This is a memo on how to use deap. Here, the memo is described using deap \ examples \ onemax_numpy.py as an example.
deap https://deap.readthedocs.io/en/master/
deap github https://github.com/DEAP/deap
OneMax? This is a problem that maximizes the sum of a sequence of 0s and 1s, such as [1, 1, 1, 1, 0, 0, 0, 1, 1, 0]. ⇒ The solution to be obtained is [1, 1, 1, 1, 1, 1, 1, 1, 1, 1].
In the code below, the problem is a sequence of length 100.
Paste the code with notes.
my_onemax_numpy.py
import random
import numpy
from deap import algorithms
from deap import base
from deap import creator
from deap import tools
# parameter
n_gene = 100 #Number of genes per individual
n_individuals = 300 #Number of individuals per generation
n_generations = 1000 #Number of generations
p_cxpb = 0.5 #Crossover rate (number of crossing individuals)
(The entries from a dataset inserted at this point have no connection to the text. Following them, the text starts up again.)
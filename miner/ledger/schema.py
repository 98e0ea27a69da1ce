"""The ledger's tables, as an ordered list of steps from nothing to the newest version.

A step that was ever released stays as it is: ledgers were made by it. A change of the schema is a
new step at the end, in both dialects. The tables refuse changes themselves: entries are numbered
without holes, each must hold the hash of the one before, and none can be updated or deleted.
"""

from __future__ import annotations

import sqlalchemy as sa

ENTRIES = "ledger_entries"
VERSIONS = "ledger_versions"
COLUMNS = (
    "number", "stamp", "kind", "rule", "quarter", "who", "why", "body", "previous", "hash",
)  # fmt: skip

entries = sa.table(
    ENTRIES,
    sa.column("number", sa.BigInteger),
    *(sa.column(name, sa.Text) for name in COLUMNS[1:]),
)
versions = sa.table(VERSIONS, sa.column("version", sa.Integer), sa.column("stamp", sa.Text))

APPEND_ONLY = "a ledger only grows"
NO_HOLE = "an entry has to follow the last one"

_REFUSE_IN_POSTGRESQL = f"""
CREATE FUNCTION ledger_refuse() RETURNS trigger LANGUAGE plpgsql AS
$$ BEGIN RAISE EXCEPTION '{APPEND_ONLY}'; END $$"""

_FOLLOW_IN_POSTGRESQL = f"""
CREATE FUNCTION ledger_follow() RETURNS trigger LANGUAGE plpgsql AS
$$
DECLARE
    last_number bigint;
    last_hash text;
BEGIN
    SELECT number, hash INTO last_number, last_hash
        FROM {ENTRIES} ORDER BY number DESC LIMIT 1;
    IF NEW.number <> coalesce(last_number, 0) + 1
        OR (last_hash IS NOT NULL AND NEW.previous <> last_hash) THEN
        RAISE EXCEPTION '{NO_HOLE}';
    END IF;
    RETURN NEW;
END
$$"""


def _tables(dialect: str) -> list[str]:
    whole, end = ("INTEGER", " STRICT") if dialect == "sqlite" else ("bigint", "")
    return [
        f"""CREATE TABLE {ENTRIES} (
            number {whole} PRIMARY KEY, stamp TEXT NOT NULL, kind TEXT NOT NULL, rule TEXT,
            quarter TEXT, who TEXT NOT NULL, why TEXT NOT NULL, body TEXT NOT NULL,
            previous TEXT NOT NULL, hash TEXT NOT NULL UNIQUE){end}""",
        f"CREATE TABLE {VERSIONS} (version {whole} PRIMARY KEY, stamp TEXT NOT NULL){end}",
    ]


def _guards(dialect: str) -> list[str]:
    tables = (ENTRIES, VERSIONS)
    if dialect == "sqlite":
        refusals = [
            f"""CREATE TRIGGER {table}_no_{change} BEFORE {change} ON {table}
                BEGIN SELECT RAISE(ABORT, '{APPEND_ONLY}'); END"""
            for table in tables
            for change in ("update", "delete")
        ]
        # also stops INSERT OR REPLACE, which deletes without asking the triggers above
        follow = f"""CREATE TRIGGER {ENTRIES}_follow BEFORE INSERT ON {ENTRIES}
            WHEN NEW.number <> (SELECT coalesce(max(number), 0) + 1 FROM {ENTRIES})
                OR NEW.previous <> coalesce(
                    (SELECT hash FROM {ENTRIES} ORDER BY number DESC LIMIT 1), NEW.previous)
            BEGIN SELECT RAISE(ABORT, '{NO_HOLE}'); END"""
        return [*refusals, follow]
    refusals = [
        f"""CREATE TRIGGER {table}_only_grows BEFORE UPDATE OR DELETE OR TRUNCATE ON {table}
            FOR EACH STATEMENT EXECUTE FUNCTION ledger_refuse()"""
        for table in tables
    ]
    follow = f"""CREATE TRIGGER {ENTRIES}_follow BEFORE INSERT ON {ENTRIES}
        FOR EACH ROW EXECUTE FUNCTION ledger_follow()"""
    return [_REFUSE_IN_POSTGRESQL, _FOLLOW_IN_POSTGRESQL, *refusals, follow]


def _first(dialect: str) -> list[str]:
    """1: the entries and the versions, both append-only."""
    return _tables(dialect) + _guards(dialect)


def _second(dialect: str) -> list[str]:
    """2: a rule's life and a quarter's entries are found without reading the whole ledger."""
    return [
        f"CREATE INDEX {ENTRIES}_{column} ON {ENTRIES} ({column}, number)"
        for column in ("rule", "quarter", "kind")
    ]


STEPS = (_first, _second)
NEWEST = len(STEPS)  # every version so far can be read without being migrated


def migrate(connection: sa.Connection, at: int, to: int, stamp: str) -> None:
    """Take a ledger from version ``at`` (0: none) to version ``to``, inside the transaction.

    Parameters
    ----------
    stamp : when, as entries have it
    """
    for version in range(at + 1, to + 1):
        for statement in STEPS[version - 1](connection.dialect.name):
            connection.exec_driver_sql(statement)
        connection.execute(versions.insert().values(version=version, stamp=stamp))


def version_of(connection: sa.Connection) -> int:
    """The version of the ledger that is there, 0 for none."""
    if not sa.inspect(connection).has_table(VERSIONS):
        return 0
    return connection.scalar(sa.select(sa.func.max(versions.c.version))) or 0


def other_tables(connection: sa.Connection) -> list[str]:
    """Names of tables that are no ledger's."""
    names = sa.inspect(connection).get_table_names()
    return sorted(set(names) - {ENTRIES, VERSIONS})
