"""The ledger: every hunt, rule, outcome, hypothesis, review and decision, with who and why.

``open_ledger`` opens one, a SQLite file or a PostgreSQL database. ``records`` holds what goes in
and comes out, ``kinds`` what each kind of entry must say, ``chain`` what its hash is taken over.
"""

from .kinds import KINDS
from .ledger import Ledger, Turn, has_ledger, login_name, open_ledger
from .records import Broken, Entry, Item, Verified

__all__ = [
    "KINDS",
    "Broken",
    "Entry",
    "Item",
    "Ledger",
    "Turn",
    "Verified",
    "has_ledger",
    "login_name",
    "open_ledger",
]
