"""The what-if line: end states over a range of temperatures, for the plot."""

from __future__ import annotations

from collections.abc import Callable
from dataclasses import dataclass
from time import perf_counter
from typing import TYPE_CHECKING, Any

import numpy as np
from numpy.typing import NDArray

from gui.jobs import Stopped
from solver.project.model import Case
from solver.project.units import to_si
from solver.project.wording import formula_text

if TYPE_CHECKING:
    from solver.project.case import CaseAnswer

POINTS = 121
PART = 41
"""Points that are settled in one batch."""


@dataclass(frozen=True, slots=True)
class Line:
    """Shares of all moles against temperature.

    T, shape (points,), K; shares, shape (points, species); `stable` marks the points where a
    condensed phase is present, by key; NaN where a point could not be settled.
    """

    T: NDArray[np.float64]
    keys: tuple[str, ...]
    shares: NDArray[np.float64]
    condensed: tuple[str, ...]
    failed: int
    seconds: float
    held: str
    """What is held besides T, in words of the axis: 'p' or 'V' and its SI value."""
    value: float
    fluids: tuple[tuple[str, NDArray[np.bool_]], ...] = ()
    """Liquids of the equation of state, each with the points where it is present, (points,)."""


def range_of(case: Case) -> tuple[float, float]:
    """The plot's range in K; raises UnitError with the field's path."""
    low = to_si(case.plot.T_from, "temperature", "plot.T_from")
    high = to_si(case.plot.T_to, "temperature", "plot.T_to")
    return low, high


def composition_line(
    answer: CaseAnswer,
    low: float,
    high: float,
    progress: Callable[[float], None],
    should_stop: Callable[[], bool],
    points: int | None = None,
    settle_many: Any = None,
) -> Line:
    """Settle `answer`'s feed over temperatures from `low` to `high` (K).

    Pressure is that of the end state; where the case holds the volume, the volume is held. What
    the case holds back is held back all along the line.
    The points go to the solver in parts, so that a long line tells of its progress and can stop.
    """
    if settle_many is None:
        from solver import settle_many
    began = perf_counter()
    points = POINTS if points is None else points
    end = answer.end
    sealed = end.fixed.pair.endswith("V")
    pair, held = ("T,V", end.V) if sealed else ("T,p", end.p)
    species = list(answer.prepared.candidates)
    feed = dict(answer.prepared.feed)
    keys = tuple(sp.key for sp in species)
    T = np.linspace(low, high, points)
    shares = np.full((points, len(keys)), np.nan)
    liquids: dict[str, NDArray[np.bool_]] = {}
    failed = 0
    for start in range(0, points, PART):
        if should_stop():
            raise Stopped
        part = slice(start, min(start + PART, points))
        ends = settle_many(
            species,
            feed,
            pair,
            T[part],
            np.full(T[part].size, held),
            gas=answer.prepared.gas,
            restrictions=answer.prepared.restrictions,
        )
        shares[part] = ends.amounts / ends.amounts.sum(axis=1, keepdims=True)
        for name, amounts in ends.liquids.items():
            there = liquids.setdefault(name, np.zeros(points, dtype=bool))
            there[part] = np.nan_to_num(amounts).sum(axis=1) > 0.0
        failed += int((~ends.settled).sum())
        progress(part.stop / points)
    condensed = tuple(sp.key for sp in species if sp.phase != "gas")
    return Line(
        T,
        keys,
        shares,
        condensed,
        failed,
        perf_counter() - began,
        "V" if sealed else "p",
        held,
        tuple(liquids.items()),
    )


def shown_keys(line: Line, logarithmic: bool, most: int = 14) -> list[str]:
    """The species worth a curve, the most abundant first."""
    if not line.keys:
        return []
    with np.errstate(all="ignore"):
        top = np.nanmax(np.where(np.isnan(line.shares), 0.0, line.shares), axis=0)
    least = 1e-6 if logarithmic else 4e-3
    order = [i for i in np.argsort(-top) if top[i] >= least]
    return [line.keys[i] for i in order[:most]]


def phase_changes(line: Line) -> list[tuple[float, str]]:
    """Temperatures (K) at which liquids and condensed phases appear or go on heating, in words.

    Changes between the same two points share a place: "Fe3O4(s) gone, Fe(s) forms".
    """
    words: dict[int, list[str]] = {}
    found = [
        (formula_text(key), line.shares[:, line.keys.index(key)] > 0) for key in line.condensed
    ]
    for name, present in (*found, *line.fluids):
        for i in np.flatnonzero(present[1:] != present[:-1]):
            text = f"{name} {'forms' if present[i + 1] else 'gone'}"
            words.setdefault(int(i), []).append(text)
    return [
        (float(line.T[i] + line.T[i + 1]) / 2, _joined(sorted(texts, key=_gone_first)))
        for i, texts in sorted(words.items())
    ]


def _joined(texts: list[str], most: int = 2) -> str:
    more = f" and {len(texts) - most} more" if len(texts) > most else ""
    return ", ".join(texts[:most]) + more


def _gone_first(text: str) -> tuple[bool, str]:
    return text.endswith("forms"), text
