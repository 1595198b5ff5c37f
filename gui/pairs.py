"""The pairs that can be held, and how each variable is asked for.

The list itself is the solver's (`solver.fixed.PAIRS`); here is only what a field needs to know.
"""

from __future__ import annotations

from dataclasses import dataclass


@dataclass(frozen=True, slots=True)
class Variable:
    """How one variable is named and typed."""

    symbol: str
    words: str
    kind: str
    batch_unit: str
    flow_unit: str
    hint: str


VARIABLES = {
    v.symbol: v
    for v in (
        Variable("T", "temperature", "temperature", "degC", "degC", "850 °C, 1123 K"),
        Variable("p", "pressure", "pressure", "bar", "bar", "24 barg, 1 atm, 5 MPa"),
        Variable("V", "volume", "vessel", "m3", "m3/h", "20 L, 0.5 m³"),
        Variable("H", "enthalpy", "heat", "kJ", "kW", "−250 kJ, elements at 25 °C as datum"),
        Variable("U", "internal energy", "heat", "kJ", "kW", "−250 kJ, elements as datum"),
        Variable("S", "entropy", "disorder", "kJ/K", "kW/K", "1.2 kJ/K"),
    )
}

ENERGY = ("H", "U")


@dataclass(frozen=True, slots=True)
class PairChoice:
    """One entry of the pair menu."""

    name: str
    variables: tuple[str, ...]
    words: str


def choices() -> list[PairChoice]:
    """The pairs the solver has, in its order."""
    from solver.fixed import PAIRS

    return [
        PairChoice(p.name, p.variables, p.wording[:1].upper() + p.wording[1:])
        for p in PAIRS.values()
    ]
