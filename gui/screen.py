"""Whether a window can be opened here, asked before Qt is: Qt's own answer is to abort."""

from __future__ import annotations

import ctypes
import os
import sys

# Shared library, and the Debian package that brings it.
_DRAWING = (
    ("libEGL.so.1", "libegl1"),
    ("libGL.so.1", "libgl1"),
    ("libxkbcommon.so.0", "libxkbcommon0"),
    ("libfontconfig.so.1", "libfontconfig1"),
    ("libdbus-1.so.3", "libdbus-1-3"),
    ("libglib-2.0.so.0", "libglib2.0-0"),
)
_X11 = (
    ("libX11-xcb.so.1", "libx11-xcb1"),
    ("libxcb-cursor.so.0", "libxcb-cursor0"),
    ("libxcb-icccm.so.4", "libxcb-icccm4"),
    ("libxcb-image.so.0", "libxcb-image0"),
    ("libxcb-keysyms.so.1", "libxcb-keysyms1"),
    ("libxcb-randr.so.0", "libxcb-randr0"),
    ("libxcb-render-util.so.0", "libxcb-render-util0"),
    ("libxcb-shape.so.0", "libxcb-shape0"),
    ("libxcb-xkb.so.1", "libxcb-xkb1"),
    ("libxkbcommon-x11.so.0", "libxkbcommon-x11-0"),
)


def there_is_a_screen() -> bool:
    """Whether this process has a display, or was told how to draw without one."""
    if not sys.platform.startswith("linux"):
        return True
    return bool(
        os.environ.get("QT_QPA_PLATFORM")
        or os.environ.get("DISPLAY")
        or os.environ.get("WAYLAND_DISPLAY")
    )


def missing_libraries(on_screen: bool) -> str:
    """A sentence naming the system libraries Qt would miss, "" when it has all.

    Parameters
    ----------
    on_screen : bool
        Whether a window is wanted; drawing into memory needs fewer libraries.
    """
    if not sys.platform.startswith("linux"):
        return ""
    wanted = list(_DRAWING)
    platform = os.environ.get("QT_QPA_PLATFORM", "")
    if on_screen and (platform.startswith("xcb") or (not platform and os.environ.get("DISPLAY"))):
        wanted += _X11
    absent = [(library, package) for library, package in wanted if not _loads(library)]
    if not absent:
        return ""
    libraries = ", ".join(library for library, _ in absent)
    packages = " ".join(dict.fromkeys(package for _, package in absent))
    word = "library" if len(absent) == 1 else "libraries"
    return (
        f"The window needs the system {word} {libraries}. "
        f"On Debian or Ubuntu: apt-get install {packages}"
    )


def _loads(library: str) -> bool:
    try:
        ctypes.CDLL(library)
    except OSError:
        return False
    return True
p_mutpb = 0.2 #Mutation rate (number of individuals to mutate)
p_mutate = 0.05 #Mutation probability (gene mutation rate)
n_tournsize = 3 #Tournament size
def evalOneMax(individual):
"""Evaluation function onemax"""
return sum(individual),
def init_creator():
"""Set the direction of the objective function"""
#One objective function to evaluate, maximizing individual fitness
creator.create("FitnessMax", base.Fitness, weights=(1.0,))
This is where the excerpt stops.